What to do:
Please repeat the records exactly from their first line, finishing at the line containing "# decompose (kinds" and including it.

Information given:
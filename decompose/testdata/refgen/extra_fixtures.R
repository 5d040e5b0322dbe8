# Extra reference fixtures for the data-driven reference tests of
# decompose (kinds stl, classical_decomposition) and accuracy (acf_pacf,
# portmanteau), in the format of ../../../../shared/reference/README.md.
# They exercise what the shared fixtures do not: an explicit trend window
# (t_window_arg, including an even one that the Fortran raises to odd),
# other *_arg keys, R frequency 52 (a weekly slice of the Mauna Loa CO2
# record) and series without dates (start c(1, 1)).
#
# Run from the repository root:
#   Rscript decompose/testdata/refgen/extra_fixtures.R /path/to/co2_weekly.csv
# (the shared data folder holds co2_weekly.csv). Base R only; the output is
# deterministic. Every fixture records R's version and the exact call.

args <- commandArgs(trailingOnly = TRUE)
co2file <- if (length(args) >= 1) args[1] else "../shared/data/co2_weekly.csv"
ver <- R.version.string
rev <- R.version[["svn rev"]]
software <- sprintf("%s r%s", sub("^R version ", "R ", ver), rev)

num <- function(x) {
  if (length(x) == 1 && is.na(x)) return("null")
  if (is.logical(x)) return(if (x) "true" else "false")
  if (is.character(x)) return(sprintf("\"%s\"", gsub("\"", "\\\\\"", x)))
  s <- sprintf("%.17g", x)
  s[is.na(x)] <- "null"
  s
}
arr <- function(x) paste0("[", paste(vapply(as.list(x), num, ""), collapse = ", "), "]")
obj <- function(...) {
  kv <- list(...)
  paste0("{", paste(sprintf("\"%s\": %s", names(kv), unlist(kv)), collapse = ", "), "}")
}
str <- function(s) num(s)

dataset <- function(name, title, source, x) {
  tsp_ <- tsp(x)
  f <- frequency(x)
  st <- start(x)
  en <- end(x)
  obj(name = str(name), title = str(title), source = str(source), frequency = num(f),
      start = arr(st), end = arr(en), n = num(length(x)), values = arr(as.numeric(x)))
}

write_fixture <- function(dir, case, package, kind, reference, call, ds, transform, input, spec, expect, tolerance, note = NULL) {
  parts <- c(
    sprintf("\"case\": %s", str(case)),
    sprintf("\"package\": %s", str(package)),
    sprintf("\"kind\": %s", str(kind)),
    sprintf("\"reference\": %s", str(reference)),
    sprintf("\"call\": %s", str(call)),
    sprintf("\"dataset\": %s", ds),
    sprintf("\"transform\": %s", str(transform)),
    sprintf("\"input\": %s", arr(input)),
    sprintf("\"spec\": %s", spec),
    sprintf("\"expect\": %s", expect),
    sprintf("\"tolerance\": %s", tolerance))
  if (!is.null(note)) parts <- c(parts, sprintf("\"note\": %s", str(note)))
  path <- file.path(dir, paste0(case, ".json"))
  writeLines(paste0("{\n ", paste(parts, collapse = ",\n "), "\n}"), path)
  cat("wrote", path, "\n")
}

dec_dir <- "decompose/testdata/reference"
acc_dir <- "accuracy/testdata/reference"

# --- data ---------------------------------------------------------------
co2w <- read.csv(co2file, stringsAsFactors = FALSE)
from <- which(co2w$date == "1990-01-06")
wk <- co2w$co2[from:(from + 5 * 52 - 1)]
stopifnot(!anyNA(wk))
co2week <- ts(wk, frequency = 52, start = c(1990, 1))
co2w_title <- "Weekly atmospheric CO2 at Mauna Loa, 260 weeks from 1990-01-06"
co2w_source <- "Keeling, C.D. and T.P. Whorf (2004), Atmospheric CO2 concentrations derived from flask air samples at sites in the SIO network, Trends: A Compendium of Data on Global Change, CDIAC (shared/data/co2_weekly.csv, rows 1990-01-06 to 1994-12-24)"

nodate <- ts(as.numeric(nottem)[1:120], frequency = 10)   # no dates: start c(1, 1)
nodate_title <- "First 120 values of nottem as a series without dates, frequency 10"
nodate_source <- "Anderson, O. D. (1976) Time Series Analysis and Forecasting: The Box-Jenkins approach. Butterworths. Series R. [R datasets help page ?nottem]"

lynx_nd <- ts(as.numeric(lynx))                             # no dates, frequency 1
lynx_title <- "Annual Canadian Lynx trappings 1821-1934, as a series without dates"
lynx_source <- "Brockwell, P. J. and Davis, R. A. (1991) Time Series and Forecasting Methods. Second edition. Springer. Series G (page 557). [R datasets help page ?lynx]"

# --- stl ----------------------------------------------------------------
stl_fixture <- function(case, x, dsname, title, source, call, args, jumps1 = FALSE, transform = "none") {
  fit <- eval(parse(text = call), list(x = x))
  p <- frequency(x)
  spec <- c(sprintf("\"period\": %s", num(p)))
  for (a in names(args)) spec <- c(spec, sprintf("\"%s_arg\": %s", gsub(".", "_", a, fixed = TRUE), num(args[[a]])))
  periodic <- identical(args[["s.window"]], "periodic")
  robust <- isTRUE(args[["robust"]])
  spec <- c(spec,
    sprintf("\"periodic\": %s", num(periodic)),
    sprintf("\"robust\": %s", num(robust)),
    sprintf("\"jumps\": %s", str(if (jumps1) "all 1" else if (any(grepl("jump", names(args)))) "as given in the call (*_jump_arg), R defaults ceiling(window/10) for the others" else "R defaults: ceiling(window/10)")),
    sprintf("\"s_window\": %s", num(fit$win[["s"]])), sprintf("\"t_window\": %s", num(fit$win[["t"]])),
    sprintf("\"l_window\": %s", num(fit$win[["l"]])), sprintf("\"s_degree\": %s", num(fit$deg[["s"]])),
    sprintf("\"t_degree\": %s", num(fit$deg[["t"]])), sprintf("\"l_degree\": %s", num(fit$deg[["l"]])),
    sprintf("\"s_jump\": %s", num(fit$jump[["s"]])), sprintf("\"t_jump\": %s", num(fit$jump[["t"]])),
    sprintf("\"l_jump\": %s", num(fit$jump[["l"]])), sprintf("\"inner\": %s", num(fit$inner)),
    sprintf("\"outer\": %s", num(fit$outer)))
  spec <- paste0("{", paste(spec, collapse = ", "), "}")
  cmp <- fit$time.series
  expect <- obj(seasonal = arr(cmp[, "seasonal"]), trend = arr(cmp[, "trend"]),
                remainder = arr(cmp[, "remainder"]), weights = arr(fit$weights))
  tol <- obj(
    seasonal = obj(abs = num(1e-9), rel = num(1e-9), why = str("deterministic (no optimiser)")),
    trend = obj(abs = num(1e-9), rel = num(1e-9), why = str("deterministic")),
    remainder = obj(abs = num(1e-9), rel = num(1e-9), why = str("x - seasonal - trend")),
    weights = obj(abs = num(1e-9), why = str("robustness weights in [0,1] (all 1 when robust = FALSE)")))
  write_fixture(dec_dir, case, "decompose", "stl", paste(software, "stats::stl"), sub("\\bx\\b", dsname, call),
                dataset(dsname, title, source, x), transform, as.numeric(x), spec, expect, tol)
}

stl_fixture("stl_nottem_swin7_twin31", nottem, "nottem", "Average Monthly Temperatures at Nottingham, 1920-1939",
  "Anderson, O. D. (1976) Time Series Analysis and Forecasting: The Box-Jenkins approach. Butterworths. Series R. [R datasets help page ?nottem]",
  "stl(x, s.window = 7, t.window = 31)", list(s.window = 7, t.window = 31))
stl_fixture("stl_co2weekly_f52_swin7_twin20_robust", co2week, "co2week", co2w_title, co2w_source,
  "stl(x, s.window = 7, t.window = 20, robust = TRUE)", list(s.window = 7, t.window = 20, robust = TRUE))
stl_fixture("stl_nodates_f10_periodic_args", nodate, "nodate", nodate_title, nodate_source,
  "stl(x, s.window = \"periodic\", t.degree = 0, l.window = 15, inner = 3, outer = 2, t.jump = 1)",
  list(s.window = "periodic", t.degree = 0, l.window = 15, inner = 3, outer = 2, t.jump = 1))

# --- decompose ----------------------------------------------------------
dec_fixture <- function(case, x, dsname, title, source, type) {
  d <- decompose(x, type = type)
  f <- frequency(x)
  filt <- if (f %% 2 == 0) c(0.5, rep_len(1, f - 1), 0.5) / f else rep_len(1, f) / f
  spec <- obj(type = str(type), period = num(f), filter = arr(filt))
  expect <- obj(trend = arr(d$trend), seasonal = arr(d$seasonal), figure = arr(d$figure), random = arr(d$random))
  tol <- obj(trend = obj(rel = num(1e-12), why = str("centred moving average")),
             seasonal = obj(rel = num(1e-12), why = str("averages of detrended values")),
             figure = obj(rel = num(1e-12), why = str("averages of detrended values, centred")),
             random = obj(rel = num(1e-10), abs = num(1e-12), why = str("x - seasonal - trend or x/seasonal/trend")))
  call <- sprintf("decompose(%s, type = \"%s\")", dsname, type)
  write_fixture(dec_dir, case, "decompose", "classical_decomposition", paste(software, "stats::decompose"), call,
                dataset(dsname, title, source, x), "none", as.numeric(x), spec, expect, tol)
}
dec_fixture("decompose_co2weekly_f52_additive", co2week, "co2week", co2w_title, co2w_source, "additive")
dec_fixture("decompose_nodates_f10_multiplicative", nodate + 10, "nodate + 10", nodate_title, nodate_source, "multiplicative")

# --- acf / pacf ---------------------------------------------------------
acf_fixture <- function(case, x, dsname, title, source, lagmax) {
  v <- as.numeric(x)   # lags as plain counts
  a <- acf(v, lag.max = lagmax, plot = FALSE)
  cv <- acf(v, lag.max = lagmax, type = "covariance", plot = FALSE)
  pa <- pacf(v, lag.max = lagmax, plot = FALSE)
  spec <- obj(lag_max = num(lagmax), demean = num(TRUE), n = num(length(v)))
  expect <- obj(acf = obj(lags = arr(a$lag), values = arr(a$acf)),
                acov = obj(lags = arr(cv$lag), values = arr(cv$acf)),
                pacf = obj(lags = arr(pa$lag), values = arr(pa$acf)))
  tol <- obj(acf = obj(abs = num(1e-13), why = str("closed form")),
             acov = obj(rel = num(1e-12), why = str("closed form")),
             pacf = obj(abs = num(1e-11), why = str("Durbin-Levinson recursion on the acf")))
  call <- sprintf("v <- as.numeric(%s); acf(v, lag.max = %d, plot = FALSE); acf(v, lag.max = %d, type = \"covariance\", plot = FALSE); pacf(v, lag.max = %d, plot = FALSE)", dsname, lagmax, lagmax, lagmax)
  write_fixture(acc_dir, case, "tests", "acf_pacf", paste(software, "stats::acf, stats::pacf"), call,
                dataset(dsname, title, source, x), "none", v, spec, expect, tol)
}
acf_fixture("acf_co2weekly_f52", co2week, "co2week", co2w_title, co2w_source, 60)
acf_fixture("acf_lynx_nodates", lynx_nd, "lynx_nd", lynx_title, lynx_source, 25)

# --- Box.test -----------------------------------------------------------
box_fixture <- function(case, x, dsname, title, source, lags, fitdf) {
  r <- diff(as.numeric(x))
  res <- character(0)
  calls <- character(0)
  for (lag in lags) for (type in c("Ljung-Box", "Box-Pierce")) {
    b <- Box.test(r, lag = lag, type = type, fitdf = fitdf)
    res <- c(res, obj(type = str(type), lag = num(lag), fitdf = num(fitdf), statistic = num(unname(b$statistic)),
                      df = num(unname(b$parameter)), p_value = num(b$p.value)))
    calls <- c(calls, sprintf("Box.test(r, lag = %d, type = \"%s\", fitdf = %d)", lag, type, fitdf))
  }
  spec <- obj(input_is = str(sprintf("diff(as.numeric(%s))", dsname)), n = num(length(r)))
  expect <- paste0("{\"results\": [", paste(res, collapse = ", "), "]}")
  tol <- obj(statistic = obj(rel = num(1e-12), why = str("closed form from the sample autocorrelations")),
             p_value = obj(rel = num(1e-8), abs = num(1e-14), why = str("upper tail of chi-squared(lag - fitdf)")))
  call <- paste0(sprintf("r <- diff(as.numeric(%s)); ", dsname), paste(calls, collapse = "; "))
  write_fixture(acc_dir, case, "tests", "portmanteau", paste(software, "stats::Box.test"), call,
                dataset(dsname, title, source, x), "diff(x)", r, spec, expect, tol)
}
box_fixture("boxtest_co2weekly_f52_diff", co2week, "co2week", co2w_title, co2w_source, c(52, 10), 1)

Problem solution:
filename decompose/testdata/refgen/extra_fixtures.R
repository 5d040e5b0322dbe8
# Extra reference fixtures for the data-driven reference tests of
# decompose (kinds stl, classical_decomposition) and accuracy (acf_pacf,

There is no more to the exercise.